The idea of ​​seeking evangelism in the Victorian and modern times was popular not only in the Victorian story and poetry but also in modern novels. In order to discuss the idea of ​​literary exploration, the definition of the term "task" must first be decided. The mission is to find a journey of adventure and hunting. In the Victorian era, task ideas were commonly used. Some of the more famous Victorian era people used missions in poetry and stories to think about Alfred, Sir Tennyson, Robert Browning, Charles Dickens.

The new Victorian movement began with the resurgence of Victorian social and literary elements. A new Victorian novel is a contemporary novel written in the 19th century, usually a rotation of the Victorian character. These novels often point out and reveal the foolishness of the Victorian era. Another quality of new Victorian writing is that it often tells an intimate story that is not the center of a Victorian novel for social structures such as women and servants. For example, these novels reveal the fact that women live sexually powerful lives during distrust.

This time it was a transition from a Victorian novel to a modern novel. Therefore, we can not completely distinguish between writers and their work. The novels written during this period can be divided into three groups. Novels are written in the old Victorian tradition, but other novels are not important in language, style, and form but in fact they analyze the psychology of people and their inner life and contradiction, And the third group pay more attention to that format.
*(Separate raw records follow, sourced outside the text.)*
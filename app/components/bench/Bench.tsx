/**
 * The effect bench: settings, preview, per-frame table, summary and export, around one draft. The route module loads
 * and saves; this composes the panels and keeps the view (frame, pass, zoom) in the address.
 */
import type { CanvasFit } from "@skewsmith/core";
import { useEffect, useMemo, useState } from "react";
import { Link } from "react-router";
import useSWR from "swr";
import type { KeyPixel } from "../../bench/draft.ts";
import { NO_OVERLAYS, type Overlays } from "../../bench/draw.ts";
import { growToFit } from "../../bench/fit.ts";
import type { FrameRow } from "../../bench/trackDiagnosis.ts";
import { useBenchWorker } from "../../bench/useBenchWorker.ts";
import { useFrameFeed } from "../../bench/useFrameFeed.ts";
import { useReducedMotion } from "../../bench/usePlayback.ts";
import { PASS_LABELS } from "../../bench/view.ts";
import type { loader } from "../../routes/effect.tsx";
import type { SavedDiagnostics } from "../../bench/saved.server.ts";
import { unpackDiagnostics } from "../../bench/savedWire.ts";
import { ProfileChangeNotice } from "../ProfileChangeNotice.tsx";
import { buttonClass, Crumbs, Notice, PageTitle, Panel, RoleBadge, Timestamp } from "../ui.tsx";
import { BenchSummary } from "./BenchSummary.tsx";
import { ClashNotice, ConflictNotice } from "./ConflictNotice.tsx";
import { ExportPanel } from "./ExportPanel.tsx";
import { FrameTable, short } from "./FrameTable.tsx";
import { LeaveGuard } from "./LeaveGuard.tsx";
import { Legend } from "./Legend.tsx";
import { PaletteHistogram } from "./PaletteHistogram.tsx";
import { PlayerControls, REDUCED_MOTION_MAX_RATE } from "./PlayerControls.tsx";
import { PreviewCanvas } from "./PreviewCanvas.tsx";
import { SettingsForm, type PointerMode, type SpriteChoice } from "./SettingsForm.tsx";
import { useBenchDraft } from "./useBenchDraft.ts";
import { useBenchView } from "./useBenchView.ts";

type Data = Awaited<ReturnType<typeof loader>>;

const json = <T,>(url: string): Promise<T> =>
  fetch(url, { credentials: "same-origin" }).then((r) => {
    if (!r.ok) throw new Error(`${url}: ${r.status}`);
    return r.json() as Promise<T>;
  });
And the style, the psychology of character, the inner life, the conflict, and the relationship with the real world. (Themes and art are important.) The most important writers of these types of novels are James Joyce and Virginia Woolf. D. H. Lawrence is suitable for the second group. His early work, son and lover, more traditional thought to be "deep tradition and deep modernity"

Modernism in literature is characterized by sustained experimentalism. It rejects the framework of the traditional (Victorian and Edwardian) story. Instead, it supports the individuality and myth of conscious flow like Ulysses of such James Joyce. One of the most prominent features of modernism is concern for inner self and consciousness, not absorption of nature in a romantic worldview. Buddenbrooks is a German writer Mann's family legend describing the conflict of the world of merchants and artists. It covers the period from 1835 to 1877, including the Opp War and the establishment of the German Empire. Critics say the novel best reflects the atmosphere of German bourgeoisie of the 19th century. Mann himself said that his attitude to tradition "makes me the dominant position as a writer."